Material for the task below:

package format

import "testing"

func TestRs(t *testing.T) {
	cases := []struct {
		rs, target float64
		want       string
	}{
		{1.4951, 1.5, "1.495 not met (target 1.50)"},
		{1.4999, 1.5, "1.4999 not met (target 1.50)"},
		{1.5, 1.5, "1.500 met (target 1.50)"},
		{1.5049, 1.5, "1.505 met (target 1.50)"},
		{1.62, 1.5, "1.62 met (target 1.50)"},
		{1.06, 1.5, "1.06 not met (target 1.50)"},
		{2.0, 1.75, "2.00 met (target 1.75)"},
		{1.0, 1.505, "1.00 not met (target 1.505)"},
	}
	for _, c := range cases {
		if got := Rs(c.rs, c.target); got != c.want {
			t.Errorf("Rs(%v, %v) = %q, want %q", c.rs, c.target, got, c.want)
		}
	}
	if Met(1.4951, 1.5) || !Met(1.5, 1.5) {
		t.Error("Met compares the unrounded value")
	}
	if CriticalPair("a", "b") != "◆ a / b" {
		t.Error(CriticalPair("a", "b"))
	}
}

End of Material for the task.

Task prompt ▸ Output every record above a second time, exactly.

Reply ▸
package format

import "testing"

func TestRs(t *testing.T) {
	cases := []struct {
		rs, target float64
		want       string
	}{
		{1.4951, 1.5, "1.495 not met (target 1.50)"},
		{1.4999, 1.5, "1.4999 not met (target 1.50)"},
		{1.5, 1.5, "1.500 met (target 1.50)"},
		{1.5049, 1.5, "1.505 met (target 1.50)"},
		{1.62, 1.5, "1.62 met (target 1.50)"},
		{1.06, 1.5, "1.06 not met (target 1.50)"},
		{2.0, 1.75, "2.00 met (target 1.75)"},
		{1.0, 1.505, "1.00 not met (target 1.505)"},
	}
	for _, c := range cases {
		if got := Rs(c.rs, c.target); got != c.want {
			t.Errorf("Rs(%v, %v) = %q, want %q", c.rs, c.target, got, c.want)
		}
	}
	if Met(1.4951, 1.5) || !Met(1.5, 1.5) {
		t.Error("Met compares the unrounded value")
	}
	if CriticalPair("a", "b") != "◆ a / b" {
		t.Error(CriticalPair("a", "b"))
	}
}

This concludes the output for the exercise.